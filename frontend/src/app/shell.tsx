import { Drawer } from 'antd';
import { useEffect, useRef, useState } from 'react';
import type { ReactNode, RefObject } from 'react';
import { Outlet, ScrollRestoration, useLocation, useNavigation } from 'react-router-dom';
import type { ProjectDto } from '@mantlet/common';
import { useSession } from '../features/session/api/session.js';
import { AccountMenuItems } from './account-menu.js';
import { PageList } from './page-list.js';
import { TitleStrip, standing } from './title-strip.js';

/** Another page: the focus goes to its heading, unless the page has put it somewhere already. A change of filters or an opened sheet leaves it where it is. */
function useHeadingFocus(main: RefObject<HTMLElement | null>): void {
  const { pathname } = useLocation();
  const last = useRef(pathname);
  useEffect(() => {
    if (last.current === pathname) return;
    last.current = pathname;
    const page = main.current;
    if (!page) return;
    /** @returns whether there is nothing left to do: the heading has the focus, or something else of the page does */
    const settle = (): boolean => {
      const at = document.activeElement;
      if (at && at !== page && page.contains(at)) return true;
      const heading = page.querySelector<HTMLElement>('h1');
      heading?.focus({ preventScroll: true });
      return heading !== null;
    };
    if (settle()) return;
    // a page that is still fetched has no heading yet; whoever has gone elsewhere meanwhile is left there
    const watch = new MutationObserver(() => { if (document.activeElement !== document.body || settle()) watch.disconnect(); });
    watch.observe(page, { childList: true, subtree: true });
    return () => watch.disconnect();
  }, [pathname, main]);
}

/** The title strip above, the list of pages at the left, the page between them and the standing caution. */
export function Shell({ project, notice, children }: { project?: ProjectDto; notice?: ReactNode; children?: ReactNode }) {
  const user = useSession().data?.user;
  const [menuOpen, setMenuOpen] = useState(false);
  const main = useRef<HTMLElement>(null);
  useHeadingFocus(main);
  const going = useNavigation().state !== 'idle';
  const administrator = user?.administrator ?? false;
  return (
    <div className="mt-shell">
      <a className="mt-skip" href="#main" onClick={(event) => { event.preventDefault(); main.current?.focus(); }}>Skip to the page</a>
      <TitleStrip project={project} user={user ?? null} onMenu={() => setMenuOpen(true)} />
      <div className="mt-side"><PageList project={project} administrator={administrator} /></div>
      <main id="main" className="mt-main" ref={main} tabIndex={-1} aria-busy={going}>
        {notice}
        {children ?? <Outlet />}
        {project && (
          <p className="mt-foot">
            Results support design by licensed engineers and do not replace it. Local codes and the authority having jurisdiction govern;
            the period comes from the fire strategy; thickness from the product's own evidence. Nothing here certifies a product.
          </p>
        )}
      </main>
      <Drawer title="Menu" placement="right" size={300} open={menuOpen} onClose={() => setMenuOpen(false)} rootClassName="mt-menu-drawer">
        {project && <div className="mt-menu-who"><div className="mt-sub">Project {project.number}</div><div className="mt-strong">{project.name}</div></div>}
        <PageList project={project} administrator={administrator} onGo={() => setMenuOpen(false)} />
        <AccountMenuItems user={user ?? null} roles={standing(project, user ?? null)} onDone={() => setMenuOpen(false)} />
      </Drawer>
      <ScrollRestoration />
    </div>
  );
}
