import { sentence } from '@mantlet/common';
import { readLength } from './lengths.js';
import type { ImportLengthUnit } from './lengths.js';

const length = (text: string, unit: ImportLengthUnit = 'mm'): number | string => {
  const reading = readLength(text, 'Length', unit, null);
  return reading.ok ? reading.value : sentence(reading.reason);
};

// 1 in = 25.4 mm and 1 ft = 304.8 mm exactly (international yard agreement, 1959)
describe('lengths of a schedule', () => {
  it.each<[string, ImportLengthUnit, number]>([
    ['6500', 'mm', 6500], ['6.5', 'm', 6500], ['650', 'cm', 6500], ['12', 'ft', 3657.6], ['12', 'in', 304.8],
    ['6.5 m', 'mm', 6500], ['6500mm', 'm', 6500], ['12 ft', 'mm', 3657.6],
    ['12\'-6"', 'mm', 3810], ['12\' 6"', 'ft-in', 3810], ['12\'-6 1/2"', 'ft-in', 3822.7], ['12’-6”', 'ft-in', 3810], ['12 ft 6 in', 'mm', 3810],
    ['12\'-0"', 'ft-in', 3657.6], ["12'", 'ft-in', 3657.6], ['6 1/2"', 'ft-in', 165.1], ['30"', 'ft-in', 762], ['2 1/2"', 'in', 63.5],
    // 6.5 mm is no member and 6500 m none either, so only one reading is left
    ['6,500', 'm', 6500], ['6,500', 'mm', 6500],
  ])('reads %s in a column of %s as %d mm', (text, unit, expected) => {
    expect(length(text, unit)).toBeCloseTo(expected, 6);
  });

  it('says what is wrong with the others', () => {
    expect(length('-250')).toBe('Length must be above 0; it is -250.');
    expect(length('0')).toBe('Length must be above 0; it is 0.');
    expect(length('-12\'-6"', 'ft-in')).toMatch(/must be above 0/);
    expect(length('6500', 'm')).toBe('Length is 6500; it must lie between 50 mm and 100 m.');
    expect(length('about 6 m')).toBe('"about 6" is not a number. Length must be a number.');
    expect(length('6 yards')).toBe('"6 yards" is not a number. Length must be a number.');
    expect(length('12.5', 'ft-in')).toBe('"12.5" is not a length in feet and inches such as 12\'-6".');
    expect(length('4.5')).toBe('Length is 4.5; it must lie between 50 mm and 100 m.');
    expect(length('62,500', 'mm')).toMatch(/may mean 62500 or 62.5/);
    expect(length('1/0"')).toMatch(/not a number/);
  });
});
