import type { FireCurve } from '@mantlet/common';
import fc from 'fast-check';
import { parametricFire } from './en-1991-1-2/annex-a-parametric.js';
import type { ParametricCurve } from './en-1991-1-2/annex-a-parametric.js';
import { convectionCoefficient, gasTemperatureC, naturalFireDurationMin } from './gas-temperature.js';

const kinds = ['standard', 'external', 'hydrocarbon', 'slow-heating', 'astm-e119'] as const;
const parametric = (openingFactor: number, thermalAbsorptivity: number, fireLoadTotalMjPerM2: number, limitTimeMin: 15 | 20 | 25 = 20): ParametricCurve =>
  ({ kind: 'parametric', openingFactor, thermalAbsorptivity, fireLoadTotalMjPerM2, limitTimeMin });

describe('nominal curves', () => {
  it.each(kinds)('%s starts at 20 °C and never falls', (kind) => {
    expect(gasTemperatureC({ kind }, 0)).toBe(20);
    let before = 20;
    for (let minutes = 0.25; minutes <= 240; minutes += 0.25) {
      const now = gasTemperatureC({ kind }, minutes);
      expect(now).toBeGreaterThanOrEqual(before);
      before = now;
    }
    expect(naturalFireDurationMin({ kind })).toBeNull();
  });

  it('has the α_c of EN 1991-1-2 3.2 and 3.3.1.1(3)', () => {
    const of = (curve: FireCurve) => convectionCoefficient(curve);
    expect([...kinds.map((kind) => of({ kind })), of(parametric(0.05, 1200, 200))]).toEqual([25, 25, 50, 25, 25, 35]);
  });
});

describe('parametric fires (EN 1991-1-2 Annex A)', () => {
  it('is fuel controlled where the fuel burns out before t_lim, with O_lim and k', () => {
    // by hand from (A.8) to (A.10): O_lim = 0.018, k = 1 + 1.5·(−0.2)·0.13793 = 0.95862, Γ_lim = 0.2612, t* = 0.08707 h, θ_max = 570 °C
    const fire = parametricFire(parametric(0.1, 1000, 60));
    expect(fire.fuelControlled).toBe(true);
    expect(fire.maxTimeH).toBeCloseTo(20 / 60, 12);
    expect(fire.maxGasC).toBeCloseTo(570.4, 0);
    // k is 1 as soon as one of its three conditions fails
    const noK = parametricFire(parametric(0.1, 1160, 60));
    expect(noK.maxGasC).toBeCloseTo(20 + 1325 * (1 - 0.324 * Math.exp(-0.2 * 0.0675) - 0.204 * Math.exp(-1.7 * 0.0675) - 0.472 * Math.exp(-19 * 0.0675)), 6);
  });

  it('never lets k near zero or below put the fire out', () => {
    expect(1 + ((0.2 - 0.04) / 0.04) * ((50 - 75) / 75) * ((1160 - 100) / 1160)).toBeLessThan(0); // k as printed
    expect(parametricFire(parametric(0.2, 100, 50)).maxGasC).toBeGreaterThan(700);
  });

  it('peaks at t_max, cools steadily and is over when it says', () => {
    fc.assert(fc.property(
      fc.double({ min: 0.02, max: 0.2, noNaN: true }), fc.double({ min: 100, max: 2200, noNaN: true }), fc.double({ min: 50, max: 1000, noNaN: true }),
      (o, b, q) => {
        const curve = parametric(o, b, q);
        const fire = parametricFire(curve);
        const peakMin = fire.maxTimeH * 60;
        expect(gasTemperatureC(curve, peakMin)).toBeCloseTo(fire.maxGasC, 6);
        expect(gasTemperatureC(curve, peakMin * 0.8)).toBeLessThanOrEqual(fire.maxGasC); // long hot fires level off
        expect(gasTemperatureC(curve, peakMin + 1)).toBeLessThan(fire.maxGasC);
        const end = naturalFireDurationMin(curve)!;
        expect(gasTemperatureC(curve, end * 0.999)).toBeGreaterThan(20);
        expect(gasTemperatureC(curve, end * 1.001)).toBe(20);
      },
    ), { numRuns: 100 });
  });

  it('cools at 625, 250·(3 − t*_max) and 250 K per hour of t*', () => {
    const rate = (curve: ParametricCurve) => {
      const fire = parametricFire(curve);
      const start = fire.maxTimeH * 60;
      return ((gasTemperatureC(curve, start) - gasTemperatureC(curve, start + 0.6)) / 0.01) / fire.timeFactor;
    };
    // b = 1160 and O = 0.04 give Γ = 1, so t*_max = 0.005·q
    expect(rate(parametric(0.04, 1160, 90))).toBeCloseTo(625, 6);
    expect(rate(parametric(0.04, 1160, 200))).toBeCloseTo(500, 6);
    expect(rate(parametric(0.04, 1160, 500))).toBeCloseTo(250, 6);
  });
});
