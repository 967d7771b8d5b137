import { message } from '@mantlet/common';
import type { Message } from '@mantlet/common';

export type Reading<T> = { ok: true; value: T } | { ok: false; reason: Message };
export const read = <T>(value: T): Reading<T> => ({ ok: true, value });
export const refuse = (reason: Message): Reading<never> => ({ ok: false, reason });

/** Which sign a file uses before decimals, where its own numbers show it. */
export type DecimalSign = 'point' | 'comma' | null;

const numeric = /^[+-]?[\d.,]*\d[\d.,]*$/;
/** thin, hard and plain spaces and apostrophes between digits only group them */
const ungrouped = (text: string): string => text.replace(/(?<=\d)[\s'’](?=\d{3}(?!\d))/g, '').replace(/[−–]/g, '-').trim();

/**
 * The decimal sign that a file's numbers prove: a sign after which not exactly three digits follow, or the last of both.
 * 6,5 proves the comma; 6,500 proves nothing.
 */
export function provenDecimalSign(texts: Iterable<string>): DecimalSign {
  let proven: DecimalSign = null;
  for (const text of texts) {
    const sign = signOf(ungrouped(text).replace(/[^\d.,+-]+$/, ''));
    if (!sign) continue;
    if (proven && proven !== sign) return null;
    proven = sign;
  }
  return proven;
}

function signOf(text: string): DecimalSign {
  if (!numeric.test(text)) return null;
  const comma = text.lastIndexOf(',');
  const point = text.lastIndexOf('.');
  if (comma >= 0 && point >= 0) return comma > point ? 'comma' : 'point';
  const at = Math.max(comma, point);
  if (at < 0 || text.length - at - 1 === 3) return null;
  return comma >= 0 ? 'comma' : 'point';
}

/**
 * A number as a person wrote it. Where 6,500 may mean 6.5 as well as 6500 and the file proves neither, the one that
 * `possible` allows is taken, and if it allows both, none: a guessed length would go unseen.
 */
export function readNumber(text: string, field: string, sign: DecimalSign, possible: (value: number) => boolean = () => true): Reading<number> {
  const plain = ungrouped(text);
  if (/^#[A-Z/0!?]+/i.test(plain)) return refuse(message('import.row-formula-error', { text: plain }));
  const both = numeric.test(plain) ? valuesOf(plain, sign) : [];
  const finite = [...new Set(both)].filter(Number.isFinite);
  const likely = finite.length > 1 ? finite.filter(possible) : finite;
  if (likely.length === 1) return read(likely[0]!);
  if (finite.length > 1) return refuse(message('import.row-ambiguous-number', { text, one: String(finite[0]), other: String(finite[1]) }));
  return refuse(message('import.row-not-a-number', { text, field }));
}

/** every value the digits can stand for */
function valuesOf(text: string, sign: DecimalSign): number[] {
  const comma = text.includes(',');
  const point = text.includes('.');
  if (!comma && !point) return [Number(text)];
  const own = signOf(text) ?? sign;
  const asPoint = grouped(text, ',') ? Number(text.replace(/,/g, '')) : NaN;
  const asComma = grouped(text, '.') ? Number(text.replace(/\./g, '').replace(',', '.')) : NaN;
  if (own === 'point') return [asPoint];
  if (own === 'comma') return [asComma];
  return [asPoint, asComma];
}

/** the other sign may only stand between groups of three, which do not begin with 0 */
function grouped(text: string, sign: ',' | '.'): boolean {
  const decimal = sign === ',' ? '.' : ',';
  const [whole = '', ...rest] = text.split(decimal);
  if (rest.length > 1 || rest[0]?.includes(sign)) return false;
  return whole.includes(sign) ? new RegExp(`^[+-]?[1-9]\\d{0,2}(\\${sign}\\d{3})+$`).test(whole) : true;
}
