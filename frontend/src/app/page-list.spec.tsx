import { describe, expect, it } from 'vitest';
import { testProject } from '../test/render.js';
import { generalEntries, projectEntries } from './page-list.js';

const labels = (groups: { label: string }[][]) => groups.flat().map((e) => e.label);

describe('the list of pages', () => {
  it('offers all pages to the design roles', () => {
    expect(labels(projectEntries(testProject(['structural-engineer'])))).toEqual(['Building', 'Zones', 'Members', 'Products', 'Quantities', 'Schedule', 'Site', 'Team and basis']);
  });
  it.each(['contractor', 'inspector', 'reader'] as const)('offers issued work only to the %s', (role) => {
    expect(labels(projectEntries(testProject([role])))).toEqual(['Building', 'Site', 'Schedule']);
  });
  it('offers accounts to the administrator only', () => {
    expect(labels(generalEntries(false))).not.toContain('Accounts');
    expect(labels(generalEntries(true))).toContain('Accounts');
  });
});
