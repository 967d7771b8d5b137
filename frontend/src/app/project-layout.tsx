import { useParams } from 'react-router-dom';
import { JobProgress } from '../features/live/components/job-progress.js';
import { LiveNotice } from '../features/live/components/live-notice.js';
import { useLiveProject } from '../features/live/use-live-project.js';
import { ProjectProvider } from '../features/projects/project-context.js';
import { useProject } from '../features/projects/api/projects.js';
import { useSession } from '../features/session/api/session.js';
import { ApiError } from '../lib/api-client.js';
import { may } from '../lib/may.js';
import { QueryState } from '../ui/states.js';
import { NoSuchProject } from './faults.js';
import { Shell } from './shell.js';

/** Loads the project of the address once for all of its pages, and keeps them as the server has them. */
export function ProjectLayout() {
  const { projectId = '' } = useParams();
  const project = useProject(projectId);
  const live = useLiveProject(projectId, useSession().data?.user?.id ?? null);
  // there never, or taken off the team meanwhile: what is still in memory is no longer theirs to see
  if (project.error instanceof ApiError && project.error.isMissing) return <Shell><NoSuchProject /></Shell>;
  if (project.data === undefined) return <Shell><QueryState query={project} what="the project">{() => null}</QueryState></Shell>;
  return (
    <ProjectProvider project={project.data}>
      <Shell project={project.data} notice={<><LiveNotice {...live} /><JobProgress projectId={projectId} enabled={may(project.data.roles, 'see-design')} /></>} />
    </ProjectProvider>
  );
}
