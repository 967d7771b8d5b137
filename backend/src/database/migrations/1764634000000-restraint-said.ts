import type { MigrationInterface, QueryRunner } from 'typeorm';

/**
 * Columns, bracing and ties bore "held along its length" only because it was the default that nobody was asked about. Now it decides
 * whether they may buckle sideways when bent, so that it counts as not said until somebody says it.
 */
export class RestraintSaid1764634000000 implements MigrationInterface {
  name = 'RestraintSaid1764634000000';

  async up(runner: QueryRunner): Promise<void> {
    await runner.query(`UPDATE members SET basis = jsonb_set(basis, '{design,lateralRestraint}', 'null') WHERE basis->>'way' = 'calculated' AND member_type NOT IN ('beam', 'secondary-beam') AND basis #>> '{design,lateralRestraint}' = 'continuous'`);
  }

  /** Readers of before know no restraint that is not said. */
  async down(runner: QueryRunner): Promise<void> {
    await runner.query(`UPDATE members SET basis = jsonb_set(basis, '{design,lateralRestraint}', '"continuous"') WHERE basis->>'way' = 'calculated' AND basis #> '{design,lateralRestraint}' = 'null'`);
  }
}
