import { importFieldNames, message } from '@mantlet/common';
import type { ImportField, ImportMapping, Message } from '@mantlet/common';
import { columnLetters } from '../reading/cell-grid.js';
import type { CellGrid } from '../reading/cell-grid.js';

export interface MappingFault {
  path: string;
  reason: Message;
}

/** What keeps a mapping from being used on this file at all. */
export function checkMapping(mapping: ImportMapping, sheets: readonly CellGrid[]): MappingFault[] {
  const sheet = sheets.find((s) => s.name === mapping.sheet);
  if (!sheet) return [{ path: 'sheet', reason: message('import.no-such-sheet', { sheet: mapping.sheet, sheets: sheets.map((s) => s.name) }) }];
  if (mapping.headerRow > sheet.rows.length) return [{ path: 'headerRow', reason: message('import.no-such-row', { row: mapping.headerRow, rows: sheet.rows.length }) }];
  if (mapping.headerRow === sheet.rows.length) return [{ path: 'headerRow', reason: message('import.only-headers', { sheet: sheet.name, row: mapping.headerRow }) }];
  if (mapping.columns.mark === undefined) return [{ path: 'columns.mark', reason: message('import.mark-needed', {}) }];
  return columnFaults(mapping, sheet);
}

function columnFaults(mapping: ImportMapping, sheet: CellGrid): MappingFault[] {
  const width = sheet.rows.reduce((widest, row) => Math.max(widest, row.length), 0);
  const faults: MappingFault[] = [];
  const users = new Map<number, ImportField[]>();
  for (const [field, column] of Object.entries(mapping.columns) as [ImportField, number][]) {
    users.set(column, [...(users.get(column) ?? []), field]);
    if (column >= width) faults.push({ path: `columns.${field}`, reason: message('import.no-such-column', { field: importFieldNames[field], column: columnLetters(column) }) });
  }
  for (const [column, fields] of users) {
    if (fields.length < 2) continue;
    const reason = message('import.column-twice', { column: columnLetters(column), fields: fields.map((field) => importFieldNames[field]) });
    faults.push({ path: `columns.${fields[1]}`, reason });
  }
  return faults;
}

/** Fields that every new member needs and that neither a column nor a value for all rows gives. */
export function ungivenFields({ columns, defaults }: ImportMapping): ImportField[] {
  const given = (field: ImportField, byDefault: unknown = null): boolean => columns[field] !== undefined || byDefault !== null;
  const needed: [ImportField, boolean][] = [
    ['zone', given('zone', defaults.zoneId) || given('level')],
    ['memberType', given('memberType', defaults.memberType)],
    ['section', given('section')],
    ['grade', given('grade', defaults.grade)],
    ['length', given('length')],
    ['exposure', given('exposure', defaults.exposure)],
    ['protectionForm', given('protectionForm', defaults.protectionForm)],
  ];
  return needed.flatMap(([field, ok]) => (ok ? [] : [field]));
}
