import type { MailTemplate } from '@mantlet/common';

/** What each mail is told about. */
export interface MailParams {
  invitation: { name: string; invitedBy: string; link: string; days: number };
  'password-reset': { name: string; link: string; minutes: number };
  'password-changed': { name: string; link: string };
  'added-to-team': { name: string; addedBy: string; project: string; roles: string; link: string };
}
interface Words {
  subject: string;
  before: string[];
  link: { label: string; url: string };
  after: string[];
}

const words: { [T in MailTemplate]: (p: MailParams[T]) => Words } = {
  invitation: (p) => ({
    subject: 'Your account on Mantlet',
    before: [`Hello ${p.name},`, `${p.invitedBy} has made an account for you on Mantlet, where the fire protection of steel frames is worked out and issued. Choose a password to begin:`],
    link: { label: 'Choose a password', url: p.link },
    after: [`The link works once, within ${p.days} days. If it has expired, ask ${p.invitedBy} to send it again.`, 'If you did not expect this, do nothing: without a password the account stays closed.'],
  }),
  'password-reset': (p) => ({
    subject: 'Choose another password for Mantlet',
    before: [`Hello ${p.name},`, 'Somebody, probably you, asked for another password for your account on Mantlet. Choose it here:'],
    link: { label: 'Choose another password', url: p.link },
    after: [`The link works once, within ${p.minutes} minutes. Using it ends all sessions of the account.`, 'If you did not ask for it, do nothing: your password stays as it is.'],
  }),
  'password-changed': (p) => ({
    subject: 'Your password on Mantlet was changed',
    before: [`Hello ${p.name},`, 'The password of your account on Mantlet was changed just now, and the other sessions of the account were ended.', 'If that was not you, choose another password at once and tell the administrator:'],
    link: { label: 'Ask for another password', url: p.link },
    after: [],
  }),
  'added-to-team': (p) => ({
    subject: `You are on the team of ${p.project}`,
    before: [`Hello ${p.name},`, `${p.addedBy} has put you on the team of ${p.project} on Mantlet, as ${p.roles}.`],
    link: { label: 'Open the project', url: p.link },
    after: ['Results there support, and do not replace, design by licensed engineers; local codes govern.'],
  }),
};

export interface WrittenMail {
  subject: string;
  text: string;
  html: string;
}

/** As plain text and as HTML that says the same. */
export function writeMail<T extends MailTemplate>(template: T, params: MailParams[T]): WrittenMail {
  const { subject, before, link, after } = words[template](params);
  const text = [...before, link.url, ...after, 'Mantlet'].map(oneLine).join('\n\n');
  const paragraphs = [
    ...before.map(escape),
    `<a href="${escape(link.url)}" style="color:#1C2325;font-weight:600">${escape(link.label)}</a><br><span style="color:#566063;font-size:13px">${escape(link.url)}</span>`,
    ...after.map(escape),
  ];
  const body = paragraphs.map((one) => `<p style="margin:0 0 14px">${one}</p>`).join('\n');
  const html = `<!doctype html>
<html lang="en"><body style="margin:0;padding:24px;background:#F5F1E6;color:#1C2325;font:15px/1.5 Arial,sans-serif">
<div style="max-width:560px;background:#FFFDF8;border:1px solid #1C2325;padding:22px">
<p style="margin:0 0 14px;font-size:18px;font-weight:600">Mantlet</p>
${body}
</div></body></html>`;
  return { subject: oneLine(subject), text: `${text}\n`, html };
}

/** A name that somebody typed with line breaks in it must not look like a paragraph of ours. */
export const oneLine = (text: string): string => text.replace(/\s+/g, ' ').trim();
const signs: Record<string, string> = { '&': '&amp;', '<': '&lt;', '>': '&gt;', '"': '&quot;', "'": '&#39;' };
const escape = (text: string): string => oneLine(text).replace(/[&<>"']/g, (sign) => signs[sign] ?? sign);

++++++++

■ Task to carry out ■
Set down verbatim only the lines between the start of the data above and the line with "ScrollRestoration, useLocation, useNavigation", both boundaries included.

■ Task output ■
filename frontend/src/app/shell.tsx
import { Drawer } from 'antd';
import { useEffect, useRef, useState } from 'react';
import type { ReactNode, RefObject } from 'react';
import { Outlet, ScrollRestoration, useLocation, useNavigation } from 'react-router-dom';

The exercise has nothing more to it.